Our client, a leading nationwide restaurant chain, depends on daily sales forecasts to inform many of their operational planning decisions, including labor scheduling. Labor schedules aim to make sure restaurants have enough staff members available to serve customers efficiently and satisfactorily while also avoiding overstaffing. To fully optimize these schedules, our client post-processes their daily sales forecasts, breaking them into 15-minute intervals throughout the day.

Picture This
Big Challenge
These forecasts were intended to help anticipate the natural rhythms of each restaurant’s peak and off-peak periods. But they failed to present the full picture, compromising efficiency and, ultimately, sales. Our client’s existing method relied on recent historical data to break down their daily sales forecasts into 15-minute intervals. However, our team identified scenarios in which these recent sales patterns simply weren’t predictive of future patterns.
For example, holidays like the Fourth of July and Labor Day tend to follow patterns that are more similar to the same day in prior years and less similar to typical days in the recent past. Similarly, during periods of seasonal transition—like the weeks leading from spring into summer—sales patterns from recent weeks may not be representative of future weeks, and previous years’ summertime sales patterns may be more predictive.
For our client, relying solely upon recent sales data also produced poor forecasts when recent weeks’ sales were highly variable or contained outliers.
The Solution
After identifying these areas for improvement, our team set about developing an alternative decomposition methodology that led to more accurate 15-minute forecasts.
To improve forecast accuracy, we identified the optimal weighting of the data for each day from prior weeks and prior years. We further customized our solution to account for the holidays that can fall on different weekdays each year. We also identified the parameters that optimally tune the forecast-smoothing process, ensuring a balance between capturing the underlying signal and rejecting noise from spikes and outliers.

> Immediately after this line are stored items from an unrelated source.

//! `[forecast]`: plan a meter that does not exist yet. A calibration chain normally takes the
//! observed signal (`readout_shift`, `reading`); with `[forecast] power = "2 kW"` radforce
//! predicts it from the chain's signal twin at the estimates of the inputs and the forecast
//! power, and holds it as an exact constant (DESIGN, "Forecast"). A sweep point or a plan's
//! check predicts it again from its own inputs ([`super::Study::refresh`]).

use super::inputs::{InputQuantity, Law};
use super::load::Loader;
use crate::error::InputError;
use crate::model::{ChainContext, ChainKind};
use crate::units::{Dimension, parse_quantity, readable_unit};
use std::ops::Range;
use toml::de::DeValue;

/// A forecast and the signal it predicts.
#[derive(Clone, Debug, PartialEq)]
pub struct Forecast {
    /// The laser power the meter is planned for, W.
    pub(crate) power: f64,
    /// The observed input, by its index among the study's inputs.
    pub(crate) input: usize,
    /// The chain that predicts it.
    pub(crate) twin: ChainKind,
    /// The predicted value, SI.
    pub(crate) predicted: f64,
}

const EXAMPLE: &str = "[forecast]\npower = \"2 kW\"";

/// The observed signal of a calibration chain predicted by its twin at `power`, with every
/// other twin input at `estimate(name)` (the scenario's estimate, or the chain default).
pub(crate) fn predict(
    observed: &str,
    twin: ChainKind,
    context: &ChainContext,
    power: f64,
    estimate: &dyn Fn(&str) -> Option<f64>,
) -> Result<f64, String> {
    let spec = twin.spec();
    let given = |n: &str| n == "power" || estimate(n).is_some();
    let args = spec
        .inputs
        .iter()
        .map(|c| {
            if c.name == "power" {
                Ok(power)
            } else if let Some(v) = estimate(c.name).or(c.default) {
                Ok(v)
            } else if spec.excused(c.name, &given) {
                Ok(f64::NAN)
            } else {
                Err(format!("the forecast needs the input `{}`", c.name))
            }
        })
        .collect::<Result<Vec<f64>, String>>()?;
    let context = ChainContext {
        given: spec.given_mask(&given),
        ..*context
    };
    let out = twin.evaluate_point(&context, &args);
    let i = spec
        .measurands
        .iter()
        .position(|m| m.name == observed)
        .ok_or_else(|| format!("the chain {:?} does not give `{observed}`", spec.name))?;
    match out[i] {
        v if v.is_finite() => Ok(v),
        v => Err(format!(
            "the predicted `{observed}` is {v} at the input estimates"
        )),
    }
}

impl Loader<'_, '_> {
    /// `[forecast]`, if the scenario has it: the power, and the observed input it predicts
    /// (to be added to the inputs before the model is compiled).
    pub(super) fn forecast(
        &self,
        chain: Option<&(ChainKind, Range<usize>)>,
        inputs: &[InputQuantity],
    ) -> Result<Option<(Forecast, InputQuantity)>, InputError> {
        let Some(e) = self.top.get("forecast") else {
            return Ok(None);
        };
        let t = e.table(EXAMPLE)?;
        t.check_keys(&["power"], EXAMPLE)?;
        let calibration: Vec<&str> = ChainKind::ALL
            .iter()
            .filter(|c| c.forecast().is_some())
            .map(|c| c.spec().name)
            .collect();
        let Some((kind, _)) = chain else {
            return Err(t.error(
                format!("[forecast] predicts the signal of a calibration chain ({}); name one under [model]", calibration.join(", ")),
                "[model]\nchain = \"weighing-power\"",
            ));
        };
        let Some(how) = kind.forecast() else {
            return Err(t.error(
                format!(
                    "[forecast] predicts the observed signal of a calibration chain ({}); {:?} takes the power as an input already",
                    calibration.join(", "),
                    kind.spec().name
                ),
                "[model]\nchain = \"weighing-power\"",
            ));
        };
        if let Some(q) = inputs.iter().find(|q| q.name == how.observed) {
            return Err(self.src.error(
                &q.span,
                &format!("inputs.{}", how.observed),
                format!(
                    "with [forecast] the `{}` is predicted from the forecast power; remove [inputs.{}] (or remove [forecast] to calibrate from an observed signal)",
                    how.observed, how.observed
                ),
                EXAMPLE,
            ));
        }
        let pe = t.require("power", EXAMPLE)?;
        let power = match pe.value.get_ref() {
            DeValue::String(s) => {
                let q = parse_quantity(s).map_err(|err| {
                    pe.error(format!("cannot read {:?}: {err}", s.as_ref()), EXAMPLE)
                })?;
                if let Some(u) = q.unit
                    && u.dimension != Dimension::POWER
                {
                    return Err(pe.error(format!("{:?} is not a power", s.as_ref()), EXAMPLE));
                }
                q.si
            }
            _ => pe.number(EXAMPLE)?,
        };
        if !(power > 0.0 && power.is_finite()) {
            return Err(pe.error(
                format!("the forecast power must be greater than 0 (got {power} W)"),
                EXAMPLE,
            ));
        }
        let twin = ChainKind::from_name(how.twin)
            .ok_or_else(|| t.error(format!("no chain {:?}", how.twin), EXAMPLE))?;
        let estimate = |name: &str| {
            inputs
                .iter()
                .find(|q| q.name == name)
                .map(InputQuantity::estimate)
        };
        let context = ChainContext {
            procedure: self.procedure()?,
            given: 0,
        };
        let predicted = predict(how.observed, twin, &context, power, &estimate)
            .map_err(|m| t.error(m, EXAMPLE))?;
        let spec_input = kind.spec().inputs.iter().find(|c| c.name == how.observed);
        let dimension = spec_input.map_or(Dimension::NONE, |c| c.dimension);
        let subsystem = spec_input.map_or(crate::model::Subsystem::Readout, |c| c.subsystem);
        let observed = InputQuantity {
            name: how.observed.to_string(),
            law: Law::Constant(predicted),
            dof: None,
            dimension: Some(dimension),
            shown_unit: readable_unit(dimension, predicted.abs()),
            note: Some(format!(
                "predicted by [forecast] for {power} W from the chain {:?} at the input estimates",
                how.twin
            )),
            best: None,
            span: t.span.clone(),
            subsystem,
            label: None,
        };
        Ok(Some((
            Forecast {
                power,
                input: inputs.len(),
                twin,
                predicted,
            },
            observed,
        )))
    }
}
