pub(crate) fn check_domain(
    table: &Table<'_, '_>,
    q: &InputQuantity,
    ci: &ChainInput,
) -> Result<(), InputError> {
    let name = ci.name;
    let (lo, hi, what, example): (f64, f64, &str, &str) = match ci.domain {
        Domain::Any => return Ok(()),
        Domain::Positive => (0.0, f64::INFINITY, "greater than 0", ""),
        Domain::NonNegative => (0.0, f64::INFINITY, "0 or more", ""),
        Domain::UnitInterval => (
            0.0,
            1.0,
            "a fraction in [0, 1]",
            "dist = \"truncated-normal\", mean = 0.9995, sd = 0.0002, min = 0, max = 1",
        ),
        Domain::Incidence => (
            -std::f64::consts::FRAC_PI_2,
            std::f64::consts::FRAC_PI_2,
            "an angle of incidence strictly between -90 deg and 90 deg",
            "dist = \"normal\", mean = \"10 deg\", sd = \"0.2 deg\"",
        ),
        Domain::RefractiveIndex => (
            1.0,
            f64::INFINITY,
            "a refractive index of 1 or more (1 is vacuum)",
            "value = 1.00027   # air at 1064 nm",
        ),
        Domain::QualityFactor => (
            0.5,
            f64::INFINITY,
            "above 1/2 (an oscillation that rings)",
            "value = 2000",
        ),
        Domain::Count => {
            return match q.law {
                Law::Constant(v) if v.fract() == 0.0 && (1.0..=10_000.0).contains(&v) => Ok(()),
                _ => Err(table.error(
                    format!("`{name}` must be a constant whole number from 1 to 10000"),
                    format!("[inputs.{name}] value = 14"),
                )),
            };
        }
    };
    let example = if example.is_empty() {
        format!("[inputs.{name}] value = {}", ci.dimension.example())
    } else {
        format!("[inputs.{name}] {example}")
    };
    let strict_lo = matches!(
        ci.domain,
        Domain::Positive | Domain::Incidence | Domain::QualityFactor
    );
    let strict_hi = matches!(ci.domain, Domain::Incidence);
    // What a value outside the domain most likely meant: a percentage for a fraction, degrees
    // for an angle written as a bare number (which is read in radians).
    let intent = |v: f64| -> String {
        match ci.domain {
            Domain::UnitInterval if v > 1.0 && v <= 100.0 => "; the values look like a \
                percentage: write the fraction (99.96 % is 0.9996) or give the unit (\"99.96 %\")"
                .to_string(),
            Domain::Incidence if v.abs() >= std::f64::consts::FRAC_PI_2 && v.abs() <= 360.0 => {
                format!("; a bare number is read in radians: for degrees write \"{v} deg\"")
            }
            _ => String::new(),
        }
    };
    match &q.law {
        Law::Constant(v) => {
            let below = if strict_lo { *v <= lo } else { *v < lo };
            let above = if strict_hi { *v >= hi } else { *v > hi };
            if below || above {
                return Err(table.error(
                    format!(
                        "`{name}` must be {what} (got {v} in SI units){}",
                        intent(*v)
                    ),
                    example,
                ));
            }
        }
        Law::Distributed(d) => {
            let below = if lo.is_finite() { d.cdf(lo) } else { 0.0 };
            let above = if hi.is_finite() { 1.0 - d.cdf(hi) } else { 0.0 };
            if below > OUTSIDE_TOLERANCE || above > OUTSIDE_TOLERANCE {
                let (side, p) = if below > OUTSIDE_TOLERANCE {
                    ("below", below)
                } else {
                    ("above", above)
                };
                let limit = if below > OUTSIDE_TOLERANCE { lo } else { hi };
                return Err(table.error(
                    format!(
                        "`{name}` must be {what}, but this {} distribution puts probability {p:.2e} {side} {limit} (SI); \
                         physically impossible values are refused, not clamped: use a bounded distribution or narrow it{}",
                        d.family_name(),
                        intent(d.mean())
                    ),
                    example,
                ));
            }
        }
    }
    Ok(())
}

We then backtested this new approach by applying our model to historical data and observing how it would have performed had it been available in the past. We found that these changes led to a 16 percent reduction in forecast error.
The Results
Our client now generates a more accurate set of fine-grained 15-minute sales forecasts that is robust to seasonal and holiday fluctuations. This helps their restaurants more precisely set staff schedules to mitigate the risk of under- and overstaffing as demand ebbs and flows throughout the day.